Nasze miasto i Fundacja Zdążyć z Miłością odpowiedziały na ten problem i już niebawem w Koszalinie ma powstać Zakład Aktywności Zawodowej, czyli miejsce pracy dla osób niepełnosprawnych. Miasto Koszalin przekazało fundacji na ten cel budynek przy ul. Orlej. Pracę znajdzie tam nawet 50 osób z niepełnosprawnościami.
Chęć zmiany
Od pewnego czasu o problemach osób z niepełnosprawnościami zaczęto mówić głośno. W czerwcu 2022 roku pełnomocnik ds. osób niepełnosprawnych Urzędu Miejskiego w Koszalinie przystąpił do opracowania nowego projektu programu działań samorządu na rzecz osób niepełnosprawnych. Do przygotowania „Miejskiego programu wyrównywania szans osób niepełnosprawnych” na kolejne lata został powołany specjalny zespół. Dokument zostanie przedłożony do uchwalenia przez Radę Miejską w kwietniu przyszłego roku. Będzie to kontynuacja obecnie realizowanego programu wyrównywania szans osób niepełnosprawnych na lata 2018-2022. Aby nowy program jak najlepiej odzwierciedlał koszalińską sytuację osób z niepełnosprawnościami, przygotowana została specjalna ankieta skierowana zarówno do osób z niepełnosprawnością, jak i do pracodawców.

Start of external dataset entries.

"""What the semicircular canals make of a rate of turn: its changes, not its steady part."""

from __future__ import annotations

import numpy as np
from scipy.signal import cont2discrete, lfilter

from render.frames import Array

# Time constants of the observer-model parameter set, J Neurophysiol 102:2232-2244 (2009), building on
# Young & Oman 1969 (NOTICING.md 2.1, published).
CANAL_S = 5.7
ADAPTATION_S = 80.0


def canal_filter(rate_radps: Array, step_s: float) -> Array:
    """The felt rate behind a true rate, (..., T), rad/s: H(s) = 5.7 s 80 s / ((5.7 s + 1)(80 s + 1)).

    Starts from rest. Discretised by the bilinear transform; exact to (step/5.7)^2 / 12.
    """
    num = [CANAL_S * ADAPTATION_S, 0.0, 0.0]
    den = [CANAL_S * ADAPTATION_S, CANAL_S + ADAPTATION_S, 1.0]
    b, a, _ = cont2discrete((num, den), step_s, method="bilinear")
    return np.asarray(lfilter(np.ravel(b), np.ravel(a), rate_radps, axis=-1))


def canal_step_response(time_s: Array) -> Array:
    """Felt rate after a step of one, closed form: (80 e^(-t/5.7) - 5.7 e^(-t/80)) / (80 - 5.7).

    From partial fractions of H(s)/s: (e^(-t/T1) T2 - e^(-t/T2) T1) / (T2 - T1).
    """
    fast, slow = np.exp(-time_s / CANAL_S), np.exp(-time_s / ADAPTATION_S)
    return np.asarray((ADAPTATION_S * fast - CANAL_S * slow) / (ADAPTATION_S - CANAL_S))
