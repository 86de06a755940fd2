"""When each observer in each aircraft could have noticed, and by what: one flight pair in, notices out."""

from __future__ import annotations

from collections.abc import Mapping, Sequence

import numpy as np
from numpy.typing import NDArray

from render.frames import quat_rotate
from render.sight import cues as c
from render.sight.evidence import Evidence, first_notice, lead_evidence, wing_evidence
from render.sight.geometry import HeightAt, Mask, eye_position
from render.sight.observers import TABLE, source
from render.types import OBSERVERS, CueHistory, Flight, Notice
from scenes.model import Watch

SAMPLE_S = 0.04  # the eye needs no finer one; flights are stepped finer

Histories = Mapping[str, tuple[CueHistory, ...]]
Notices = Mapping[str, tuple[Notice, ...]]
Grid = NDArray[np.int_]


def notice_all(
    healthy: Flight,
    faulted: Flight,
    watch: Watch,
    height_at: HeightAt,
    last_pull_floor_s: Sequence[float | None] = (),
) -> tuple[Histories, Notices]:
    """Cue histories and notices (early, likely, late) of the lead and every wing, by name.

    Both flights share one even time axis and are the same until the fault. ``height_at``: ground height over
    the field datum. ``last_pull_floor_s``: (K,), for the lateness. Clearances are left None; the study flies
    them. Nothing is noticed before the fault, and nothing after the pilot's own or the lead's contact.
    Raises ValueError where the time axes differ.
    """
    names = faulted.names
    if faulted.fault_s is None:
        return {n: () for n in names}, {n: _never(k, last_pull_floor_s) for k, n in enumerate(names)}
    if healthy.time_s.shape != faulted.time_s.shape or np.any(healthy.time_s != faulted.time_s):
        raise ValueError("healthy and faulted flights need one time axis")
    grid = _grid(faulted.time_s, faulted.fault_s)
    coarse = faulted.time_s[grid]
    # By the lead's wing, which is level even where the path stands upright.
    wing_e = quat_rotate(faulted.quat_eb[0, 0], np.array([0.0, 1.0, 0.0]))
    display_line = float(np.arctan2(wing_e[1], wing_e[0]) - np.pi / 2.0)
    histories: dict[str, tuple[CueHistory, ...]] = {}
    notices: dict[str, tuple[Notice, ...]] = {}
    called = np.full(len(OBSERVERS), np.inf)
    for k, name in enumerate(names):
        counts = counting(coarse, healthy, faulted, k)
        if k == 0:
            h, f = healthy, faulted
            evidence = lead_evidence(
                h.load_factor[grid, 0], f.load_factor[grid, 0],
                h.load_factor_demand[grid, 0], f.load_factor_demand[grid, 0],
                h.stick_force_n[grid, 0], f.stick_force_n[grid, 0], coarse, counts,
            )  # fmt: skip
        else:
            seats = seat(healthy, k, grid), seat(faulted, k, grid)
            evidence = wing_evidence(*seats, coarse, counts, watch, height_at, display_line, called)
        when, leading = first_notice(coarse, evidence)
        if k == 0:
            called = when
        pull_s = last_pull_floor_s[k] if k < len(last_pull_floor_s) else None
        notices[name] = tuple(
            _notice(o, float(t), evidence.names[i], pull_s) for o, t, i in zip(OBSERVERS, when, leading, strict=True)
        )
        histories[name] = _shown(evidence, healthy, faulted, k, grid)
    return histories, notices


def counting(time_s: NDArray[np.float64], healthy: Flight, faulted: Flight, k: int) -> Mask:
    """Instants that count for aircraft k, bool: after the fault, before its own and the lead's contact."""
    ends = [faulted.contact_s[k], faulted.contact_s[0], healthy.contact_s[k], healthy.contact_s[0]]
    end_s = min((e for e in ends if e is not None), default=np.inf)
    fault_s = np.inf if faulted.fault_s is None else faulted.fault_s
    return np.asarray((time_s > fault_s) & (time_s < end_s))


def seat(flight: Flight, k: int, grid: Grid | slice = slice(None)) -> c.Seat:
    """What the pilot of aircraft k has at the instants of a grid."""
    lead, own = flight.airframes[0], flight.airframes[k]
    eye = eye_position(flight.pos_e_m[grid, 0], flight.quat_eb[grid, 0], lead.eye_forward_m, lead.eye_up_m)
    return c.Seat(
        flight.pos_e_m[grid, k], flight.vel_e_mps[grid, k], flight.quat_eb[grid, k], flight.rate_b_radps[grid, k],
        flight.load_factor[grid, k], flight.cas_mps[grid, k], flight.height_m[grid, k],
        own.eye_forward_m, own.eye_up_m, eye if k else None,
    )  # fmt: skip


def _grid(time_s: NDArray[np.float64], fault_s: float) -> Grid:
    """Indices of the samples worked on: about every 0.04 s from the last one before the fault on."""
    step = float(time_s[1] - time_s[0])
    start = max(int(np.searchsorted(time_s, fault_s, side="right")) - 1, 0)
    every = max(1, round(SAMPLE_S / step))
    # At least two samples, for the step; a fault in the last instant shows nothing anyway.
    return np.arange(min(start, max(time_s.size - 1 - every, 0)), time_s.size, every)


def _shown(evidence: Evidence, healthy: Flight, faulted: Flight, k: int, grid: Grid) -> tuple[CueHistory, ...]:
    """Histories on the flight's own time axis: zero up to the fault and from contact on."""
    time_s, coarse = faulted.time_s, faulted.time_s[grid]
    counts = counting(time_s, healthy, faulted, k)
    made = []
    for i, name in enumerate(evidence.names):
        difference = np.where(counts, np.interp(time_s, coarse, evidence.difference[i]), 0.0)
        sigma = {o: np.interp(time_s, coarse, evidence.sigma[i, j]) for j, o in enumerate(OBSERVERS)}
        made.append(CueHistory(name, difference, c.UNITS[name], sigma, source(name)))
    return tuple(made)


def _notice(observer: str, when_s: float, cue: str | None, last_pull_s: float | None) -> Notice:
    reaction = TABLE[observer].reaction.value
    if not np.isfinite(when_s):
        return Notice(observer, None, None, reaction, None, None, None)
    late = None if last_pull_s is None else when_s + reaction - last_pull_s
    return Notice(observer, when_s, cue, reaction, late, None, None)


def _never(k: int, last_pull_s: Sequence[float | None]) -> tuple[Notice, ...]:
    return tuple(_notice(o, np.inf, None, last_pull_s[k] if k < len(last_pull_s) else None) for o in OBSERVERS)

Jest dostępna na stronie www.koszalin.pl oraz na facebookowym profilu „Koszalin Centrum Pomorza”. Dodatkowo wersję papierową można otrzymać w organizacjach pozarządowych oraz miejskich jednostkach. Ostatnio pojawiła się również w autobusach komunikacji miejskiej.
Ankiety posłuży do zidentyfikowania potrzeb osób z niepełnosprawnością w Koszalinie i będzie wykorzystana do powstającego kolejnego programu działań miasta na rzecz osób z niepełnosprawnością.
Jednak nadal w Koszalinie sporo rzeczy jest do naprawienia czy ulepszenia. – Moim zdaniem w Koszalinie dużo jest do naprawy, tak jak chodniki, które są w naprawdę kiepskim stanie, są krzywe, nierzadko osoba zdrowa może się przewrócić czy zahaczyć o dziurę, a tym bardziej matka z dzieckiem w wózku czy osoba na wózku czy o kulach. Oczywiście, jeśli tylko miasto będzie miało fundusze, powinno również zająć się krawężnikami. A teraz przede wszystkim powinni czym prędzej odśnieżyć chodniki, podjazdy, ponieważ są zasypane. Myślę, że warto również dodać, że osobom, które poruszają się na wózku, nie pomaga fakt, że chodniki zasypywane są piaskiem, który bardzo utrudnia poruszanie się na wózku. Gorzej porusza się po takim piasku niż po samym już śniegu – mówiła Żaneta Papierska.